◆ WORK REQUEST ◆
Look at each line of the listing. Copy those that hold the string "writeLog".

◆ INFORMATION SUPPLIED ◆
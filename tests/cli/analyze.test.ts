/**
 * `lagbench analyze` in process (runCli + captureIo) on seeded synthetic logs written to a temporary
 * folder. The response is the closed-form first-order response of physics.md §4.2 with τ = R·C = 3 s;
 * unit factors from physics.md §5 (1 mbar = 100 Pa, 1 µL/min = 1.666667e-11 m³/s).
 */
import { afterAll, beforeAll, describe, expect, it } from 'vitest';
import { mkdtempSync, readFileSync, rmSync, writeFileSync, existsSync } from 'node:fs';
import { tmpdir } from 'node:os';
import { join } from 'node:path';
import { runCli } from '../../src/cli/main';
import { PRESSURE_SAFETY_CAUTION } from '../../src/core/safety';
import type { AnalysisJson } from '../../src/core/analyze/types';
import { captureIo } from '../helpers/cli-io';
import { syntheticLog, UL_PER_MIN } from '../core/steps/synthetic-logs';

const TAU = 3;
let dir = '';

function writeLog(name: string, withDrive: boolean, seed: number): void {
  const rec = syntheticLog({
    sampleRateHz: 50,
    durationS: 190,
    program: [
      { timeS: 0, value: 0 },
      { timeS: 40.01, value: 10 * UL_PER_MIN },
      { timeS: 90.01, value: 20 * UL_PER_MIN },
      { timeS: 140.01, value: 5 * UL_PER_MIN },
    ],
    driveQuantity: 'flow_setpoint',
    responseQuantity: 'pressure',
    gain: 6e13, // 10 mbar/(µL/min)
    tauS: TAU,
    responseNoise: 50,
    includeDrive: withDrive,
    seed,
  });
  const header = withDrive ? 'time_s,flow_setpoint[uL/min],pressure[mbar]' : 'time_s,pressure[mbar]';
  const lines = ['# invented demo data: PDMS mixer chip priming', header];
  const q = rec.channels.find((c) => c.quantity === 'flow_setpoint');
  const p = rec.channels.find((c) => c.quantity === 'pressure')!;
  for (let i = 0; i < rec.timeS.length; i++) {
    const cells = [rec.timeS[i]!.toFixed(2)];
    if (q) cells.push((q.values[i]! / UL_PER_MIN).toFixed(4));
    cells.push((p.values[i]! / 100).toFixed(4));
    lines.push(cells.join(','));
  }
  writeFileSync(join(dir, name), `${lines.join('\n')}\n`);
}

beforeAll(() => {
  dir = mkdtempSync(join(tmpdir(), 'lagbench-analyze-'));
  writeLog('pump.csv', true, 41);
  writeLog('pressure-only.csv', false, 42);
  writeFileSync(join(dir, 'program.csv'), 'time_s,flow_setpoint[uL/min]\n0,0\n40.01,10\n90.01,20\n140.01,5\n');
  writeFileSync(join(dir, 'bad-program.csv'), 'time_s,flow_setpoint[uL/min]\n0,0\n40,ten\n');
});
afterAll(() => rmSync(dir, { recursive: true, force: true }));

async function run(...args: string[]): Promise<{ code: number; out: string; err: string }> {
  const io = captureIo(dir);
  const code = await runCli(['analyze', ...args], io);
  return { code, out: io.stdoutText(), err: io.stderrText() };
}

describe('lagbench analyze', () => {
  it('analyze <log> prints a table in mbar and µL/min with τ and its CI, and the safety caution', async () => {
    const r = await run('pump.csv', '--terms', '1');
    expect(r.code).toBe(0);
    expect(r.out).toMatch(/Setup: flow-driven/);
    expect(r.out).toMatch(/drive \[µL\/min\]/);
    expect(r.out).toMatch(/y∞ \[mbar\]/);
    expect(r.out).toMatch(/0 → 10\s+up/);
    expect(r.out).toMatch(/20 → 5\s+down/);
    expect(r.out).toContain(PRESSURE_SAFETY_CAUTION);
  });

  it('analyze --json prints the documented fields in SI, with τ = R·C inside each CI', async () => {
    const r = await run('pump.csv', '--json', '--terms', '1');
    expect(r.code).toBe(0);
    const a = JSON.parse(r.out) as AnalysisJson;
    expect(a.software.name).toBe('lagbench');
    expect(a.files).toEqual(['pump.csv']);
    expect(a.steps).toHaveLength(3);
    for (const s of a.steps) {
      expect(s.drive.quantity).toBe('flow_setpoint');
      expect(s.response.quantity).toBe('pressure');
      expect(s.terms[0]!.tau_ci95_s[0]!).toBeLessThan(TAU);
      expect(s.terms[0]!.tau_ci95_s[1]!).toBeGreaterThan(TAU);
    }
    // 10 µL/min in m³/s (physics.md §5).
    expect(a.steps[0]!.drive.after! / 1.666667e-11).toBeCloseTo(10, 4);
  });

  it('analyze --steps <file> fits a response-only log at the listed times', async () => {
    const r = await run('pressure-only.csv', '--steps', 'program.csv', '--setup', 'flow-driven', '--json', '--terms', '1');
    expect(r.code).toBe(0);
    const a = JSON.parse(r.out) as AnalysisJson;
    expect(a.detection.origin).toBe('user');
    expect(a.steps.map((s) => s.start_s)).toEqual([40.01, 90.01, 140.01]);
  });

  it('analyze (response only, no step list) finds the steps on the response', async () => {
    const r = await run('pressure-only.csv', '--json', '--terms', '1');
    expect(r.code).toBe(0);
    const a = JSON.parse(r.out) as AnalysisJson;
    expect(a.detection.origin).toBe('response');
    expect(a.steps).toHaveLength(3);
    expect(a.warnings.map((w) => w.code)).toContain('setup-assumed');
  });

  it('analyze --out <file> writes the JSON to the file and nothing to stdout', async () => {
    const r = await run('pump.csv', '--json', '--out', 'result.json', '--terms', '1');
    expect(r.code).toBe(0);
    expect(r.out).toBe('');
    expect(existsSync(join(dir, 'result.json'))).toBe(true);
    expect((JSON.parse(readFileSync(join(dir, 'result.json'), 'utf8')) as AnalysisJson).steps).toHaveLength(3);
  });

  it('analyze --min-step with a unit of the wrong quantity exits 2 with a usage message', async () => {
    const r = await run('pump.csv', '--min-step', '5mbar');
    expect(r.code).toBe(2);
    expect(r.err).toMatch(/--min-step 5mbar is a pressure/);
    expect(r.err).not.toMatch(/at .*\.ts:\d+/);
  });

  it('analyze --min-step 12uL/min keeps only the larger steps', async () => {
    const r = await run('pump.csv', '--min-step', '12uL/min', '--json', '--terms', '1');
    expect(r.code).toBe(0);
    // Steps: 0→10 (10), 10→20 (10), 20→5 (15 µL/min): only the last is ≥ 12 µL/min.
    expect((JSON.parse(r.out) as AnalysisJson).steps.map((s) => s.direction)).toEqual(['down']);
  });

  it('analyze with a bad step list exits 2 naming file, line and column', async () => {
    const r = await run('pressure-only.csv', '--steps', 'bad-program.csv');
    expect(r.code).toBe(2);
    expect(r.err).toMatch(/bad-program\.csv:3:4: 'ten' is not a number/);
  });

  it('analyze with bad usage or a missing file exits 2 without a stack trace', async () => {
    for (const args of [[], ['pump.csv', '--terms', '4'], ['pump.csv', '--setup', 'gravity'], ['pump.csv', '--bogus'], ['missing.csv']]) {
      const r = await run(...args);
      expect(r.code).toBe(2);
      expect(r.err).not.toMatch(/at .*\.ts:\d+/);
    }
  });

  it('analyze --help shows the options and examples', async () => {
    const r = await run('--help');
    expect(r.code).toBe(0);
    expect(r.out).toMatch(/--setup <name>/);
    expect(r.out).toMatch(/Examples:/);
    // The importer's options appear once, in their own section.
    expect(r.out.match(/--time-format/g)).toHaveLength(1);
  });
});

◆ TASK RESULT ◆
function writeLog(name: string, withDrive: boolean, seed: number): void {
  writeLog('pump.csv', true, 41);
  writeLog('pressure-only.csv', false, 42);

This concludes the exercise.